From the Department of Scholarly Engagement, Harvard Medical School, 25 Shattuck St, Boston, MA 02115 (N.J.P., E.J.F.); Department of Radiology, Massachusetts General Hospital, Boston, Mass (A.S., N.D.M., J.D.C., E.J.F.); and Department of Radiology, Mayo Clinic Florida, Jacksonville, Fla (B.P.L.).
Radiology. 2023 Mar;306(3):e220680. doi: 10.1148/radiol.220680. Epub 2022 Sep 6.

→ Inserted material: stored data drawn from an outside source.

class Planner {
  private readonly sheetsByName: Map<string, SheetInfo>;

  constructor(
    private readonly structure: WorkbookStructure,
    private readonly addin: AddinFunctions,
  ) {
    this.sheetsByName = new Map(structure.sheets.map((s) => [s.name.toLowerCase(), s]));
  }

  plan(cell: AbtestCell): Plan {
    const parsed = parseFormula(cell.formula);
    if (!parsed.ok)
      return {
        ok: false,
        reason: `the formula could not be read: ${parsed.problem}`,
      };
    const top = parsed.node;
    const name = top.kind === 'call' ? abtestFunctionName(top.name) : undefined;
    if (top.kind !== 'call' || name === undefined)
      return {
        ok: false,
        reason: 'the ABTEST call is part of a larger formula; only a formula that is one ABTEST call is recomputed',
      };
    const fn = this.addin.byName.get(name);
    if (!fn)
      return {
        ok: false,
        functionName: name,
        reason: `ABTEST.${name} is not a function of this build of the add-in`,
      };
    const params = fn.metadata.parameters;
    if (top.args.length > params.length)
      return {
        ok: false,
        functionName: name,
        reason: `ABTEST.${name} takes at most ${params.length} arguments; the formula gives ${top.args.length}`,
      };
    const args: ArgPlan[] = [];
    for (let i = 0; i < params.length; i += 1) {
      const param = params[i] as (typeof params)[number];
      const node = top.args[i];
      const label = `argument ${i + 1} (${param.name})`;
      if (node === undefined || node.kind === 'missing') {
        if (!param.optional)
          return {
            ok: false,
            functionName: name,
            reason: `${label} is required but missing`,
          };
        args.push({ kind: 'missing' });
        continue;
      }
      const arg = this.argument(node, param.dimensionality === 'matrix', cell.sheet, label, 0);
      if (typeof arg === 'string') return { ok: false, functionName: name, reason: arg };
      args.push(arg);
    }
    return { ok: true, functionName: name, args };
  }

  private argument(
    node: FormulaNode,
    matrix: boolean,
    sheet: SheetInfo,
    label: string,
    depth: number,
  ): ArgPlan | string {
    switch (node.kind) {
      case 'constant':
        return { kind: 'value', value: node.value, matrix };
      case 'array':
        if (!matrix)
          return `${label} is an array constant where one value is expected (Excel would compute the function once per item)`;
        return { kind: 'array', rows: node.rows };
      case 'ref': {
        const problem = describeRef(node);
        if (problem) return `${label}: ${problem}`;
        const target = node.sheet ? this.sheetsByName.get(node.sheet.name.toLowerCase()) : sheet;
        if (!target) return `${label} refers to a sheet "${node.sheet?.name}" that is not a worksheet of this workbook`;
        const a = node.first;
        const b = node.last ?? node.first;
        const range = {
          top: Math.min(a.row as number, b.row as number),
          left: Math.min(a.col as number, b.col as number),
          bottom: Math.max(a.row as number, b.row as number),
          right: Math.max(a.col as number, b.col as number),
        };
        if (rangeSize(range) > MAX_ARGUMENT_CELLS)
          return `${label} covers ${rangeSize(range)} cells, more than the ${MAX_ARGUMENT_CELLS} the audit reads`;
        if (!matrix && rangeSize(range) > 1)
          return `${label} is a range (${node.text}) where one value is expected (Excel would compute the function once per cell)`;
        return { kind: 'range', sheet: target, range, matrix };
      }
      case 'name': {
        if (depth > 0) return `${label}: the defined name ${node.name} refers to another name`;
        const scope = node.sheet ? this.sheetsByName.get(node.sheet.name.toLowerCase()) : sheet;
        const lower = node.name.toLowerCase();
        const found =
          this.structure.definedNames.find(
            (d) => d.name.toLowerCase() === lower && scope !== undefined && d.localSheetIndex === scope.index,
          ) ??
          (node.sheet
            ? undefined
            : this.structure.definedNames.find(
                (d) => d.name.toLowerCase() === lower && d.localSheetIndex === undefined,
              ));
        if (!found) return `${label} uses the name ${node.text}, which the workbook does not define`;
        const inner = parseFormula(found.formula);
        if (!inner.ok || !['ref', 'constant', 'array'].includes(inner.node.kind)) {
          return `${label} uses the defined name ${node.name}, which is not a plain range or constant (${found.formula})`;
        }
        return this.argument(inner.node, matrix, sheet, `${label} (the name ${node.name})`, depth + 1);
      }
      case 'call':
      case 'expression':
        return `${label} is an expression (${node.text}); only cell ranges, defined names and constants are recomputed`;
      default:
        return `${label} cannot be read`;
    }
  }
}
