/**
 * Where jStat 1.9.6 (installed as a dev dependency) can and cannot be trusted, measured against the same
 * mpmath 1.2 reference values our own special functions are held to (special_values.json). The README can
 * quote this file: each "accurate" claim is an assertion that would fail if jStat changed, and each
 * "inaccurate" claim asserts the size of the error seen.
 */
import { betaCdf } from '../../../functions/stats/special/incompleteBeta';
import reference from '../../reference/special/special_values.json';
import { relativeError } from '../../helpers/assertions';

// jStat ships no types; its shape is declared here for the few functions compared.
// eslint-disable-next-line @typescript-eslint/no-require-imports
const { jStat } = require('jstat') as {
  jStat: {
    ibeta(x: number, a: number, b: number): number;
    gammaln(x: number): number;
    lowRegGamma(a: number, x: number): number;
    beta: { inv(p: number, a: number, b: number): number };
    normal: { cdf(x: number, mean: number, sd: number): number; inv(p: number, mean: number, sd: number): number };
    chisquare: { cdf(x: number, df: number): number };
    studentt: { cdf(t: number, df: number): number; inv(p: number, df: number): number };
  };
};

/** One reference row; each table uses its leading columns (see special_reference.py). */
type Row = [number, number, number, number, number, number];
const rows = (name: string): Row[] => (reference as unknown as Record<string, Row[]>)[name] ?? [];
const find = (name: string, pick: (r: Row) => boolean): Row => {
  const row = rows(name).find(pick);
  if (!row) throw new Error(`no reference row in ${name}`);
  return row;
};

describe('jStat 1.9.6 where it is accurate', () => {
  it('ibeta for small shapes: absolute error below 1e-8', () => {
    for (const [x, a, b] of [
      [0.2, 8, 42],
      [0.5, 8, 10],
    ] as const) {
      const truth = find('betaNamed', (r) => r[0] === x && r[1] === a && r[2] === b)[3] as number;
      expect(Math.abs(jStat.ibeta(x, a, b) - truth)).toBeLessThan(1e-8);
    }
  });
  it('gammaln agrees with mpmath loggamma to 1e-12 relative away from its zeros at 1 and 2', () => {
    // measured: up to 4e-13 (x = 33.3); 4e-12 next to x = 1 and 2, where log Γ → 0
    for (const [x, truth] of rows('logGamma')) {
      if (x >= 2.5 || x <= 0.5) expect(relativeError(jStat.gammaln(x), truth)).toBeLessThan(1e-12);
    }
    expect(Math.abs(jStat.gammaln(2))).toBeGreaterThan(0); // not exactly 0 at x = 2 (truth 0)
  });
  it('normal.inv in the centre (p = 0.975) to 1e-12', () => {
    const truth = find('normalQuantile', (r) => r[0] === 0.975)[1] as number;
    expect(relativeError(jStat.normal.inv(0.975, 0, 1), truth)).toBeLessThan(1e-12);
  });
});

describe('jStat 1.9.6 where it is not', () => {
  it('ibeta(0.5, a, a) collapses for large a (truth 0.5 by symmetry; check-values.md)', () => {
    expect(Math.abs(jStat.ibeta(0.5, 1e6, 1e6) - 0.5)).toBeGreaterThan(0.05); // 0.4404 measured
    expect(jStat.ibeta(0.5, 1e7, 1e7)).toBeLessThan(0); // −0.17 measured: not even a probability
    expect(Math.abs(betaCdf(0.5, 1e7, 1e7) - 0.5)).toBeLessThan(1e-11); // ours, for contrast
  });
  it('ibeta(0.3, 0.5, 0.5) is off by ~2e-9 (R: 0.369010119565545)', () => {
    const error = Math.abs(jStat.ibeta(0.3, 0.5, 0.5) - 0.369010119565545);
    expect(error).toBeGreaterThan(1e-10);
    expect(error).toBeLessThan(1e-7);
  });
  it('beta.inv(0.5, 5e8, 5e8) is many standard deviations from ½ (the median, by symmetry)', () => {
    // measured here: 0.50027, i.e. 17 standard deviations (sd = √(¼/(1e9 + 1)) = 1.6e-5)
    const sd = Math.sqrt(0.25 / (1e9 + 1));
    expect(Math.abs(jStat.beta.inv(0.5, 5e8, 5e8) - 0.5) / sd).toBeGreaterThan(10);
  });
  it('normal.cdf underflows to 0 by x = −10 (truth 7.62e-24) and normal.inv loses the far tail', () => {
    const truth = find('normalCdf', (r) => r[0] === -10)[1] as number;
    expect(truth).toBeGreaterThan(7e-24);
    expect(jStat.normal.cdf(-10, 0, 1)).toBe(0);
    const q = find('normalQuantile', (r) => r[0] === 1e-20)[1] as number;
    expect(relativeError(jStat.normal.inv(1e-20, 0, 1), q)).toBeGreaterThan(1e-3);
  });
  it('chi-square p-values come from 1 − cdf, so a p-value of ~1e-13 keeps only ~3 digits', () => {
    // df = 2: P(X > 60) = e^−30 exactly (closed form)
    const error = relativeError(1 - jStat.chisquare.cdf(60, 2), Math.exp(-30));
    expect(error).toBeGreaterThan(1e-5);
  });
});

Background RSNA consensus guidelines for COVID-19-related chest CT are widely used but, to the knowledge of the authors, their rate of true-positive findings for COVID-19 pneumonia in vaccinated patients has not been assessed. Purpose To assess the rate of true-positive findings of typical appearance for COVID-19 at chest CT by using RSNA guidelines in fully vaccinated patients with polymerase chain reaction (PCR)-confirmed COVID-19 infection compared with unvaccinated patients. Materials and Methods Included were patients with COVID-19 who had typical appearance on chest CT images and one PCR test for COVID-19 with a positive result or two tests with negative results within 7 days of undergoing chest CT between January 2021 and January 2022 at a quaternary academic medical center. True-positive findings were defined as chest CT images interpreted as COVID-19 typical appearance and PCR-confirmed COVID-19 infection within 7 days. Logistic regression models were constructed to quantify the association between PCR results and vaccination status, vaccination status and COVID-19 variants, and vaccination status and number of months. Results Included were 652 patients (median age, 59 years; IQR, 48-72 years; 371 men [57%]) with CT scans classified as typical appearance. Of those patients, 483 (74%) were unvaccinated and 169 (26%) were fully vaccinated. The overall rate of true-positive findings on CT images rated as typical appearance was lower in vaccinated versus unvaccinated patients (70 of 169 [41%; 95% CI: 34, 49] vs 352 of 483 [73%; 95% CI: 69, 77]; odds ratio [OR], 3.8 [95% CI: 2.6, 5.5]; < .001). Unvaccinated patients were more likely to have true-positive findings on CT images compared with fully vaccinated patients during the peaks of COVID-19 variants Alpha (OR, 16; 95% CI: 6, 42; < .001) and Delta (OR, 8; 95% CI: 4, 16; < .001), but no statistical differences were found during the peak of the Omicron variant (OR, 1.7; 95% CI: 0.3, 11; = .56). Conclusion Fully vaccinated patients with confirmed COVID-19 breakthrough infections had lower rates of true-positive findings of COVID-19 typical appearance at chest CT. © RSNA, 2022 .
RSNA 关于 COVID-19 相关胸部 CT 的共识指南被广泛应用,但据作者所知,其在接种疫苗患者中 COVID-19 肺炎的真阳性发现率尚未得到评估。目的:在聚合酶链反应(PCR)确诊的 COVID-19 感染的完全接种疫苗患者中,使用 RSNA 指南评估 COVID-19 胸部 CT 上典型表现的真阳性发现率,并与未接种疫苗患者进行比较。材料与方法:纳入 2021 年 1 月至 2022 年 1 月在一家四级学术医疗中心接受胸部 CT 检查的 COVID-19 患者,这些患者的胸部 CT 图像有典型表现,且至少有一次 PCR 检测结果为 COVID-19 阳性,或两次检测结果为 COVID-19 阴性,但两次检测时间间隔在 7 天内。真阳性发现定义为在 7 天内 CT 图像被解读为 COVID-19 典型表现且 PCR 确诊 COVID-19 感染。构建逻辑回归模型来量化 PCR 结果与接种状态、接种状态与 COVID-19 变异体、以及接种状态与月数之间的关联。结果:共纳入 652 例(中位年龄 59 岁;IQR:48-72 岁;371 例男性[57%])患者的 CT 扫描结果为典型表现。其中 483 例(74%)未接种疫苗,169 例(26%)完全接种疫苗。与未接种疫苗的患者相比,接种疫苗的患者 CT 图像上典型表现的真阳性发现率较低(70/169[41%],95%CI:34,49,与 352/483[73%],95%CI:69,77;比值比[OR],3.8[95%CI:2.6,5.5];<0.001)。在 COVID-19 Alpha(OR,16;95%CI:6,42;<0.001)和 Delta(OR,8;95%CI:4,16;<0.001)变异体高峰期,未接种疫苗的患者更有可能在 CT 图像上出现真阳性发现,但在 Omicron 变异体高峰期未发现统计学差异(OR,1.7;95%CI:0.3,11;=0.56)。结论:在确诊为 COVID-19 突破性感染的完全接种疫苗患者中,COVID-19 胸部 CT 上典型表现的真阳性发现率较低。©RSNA,2022。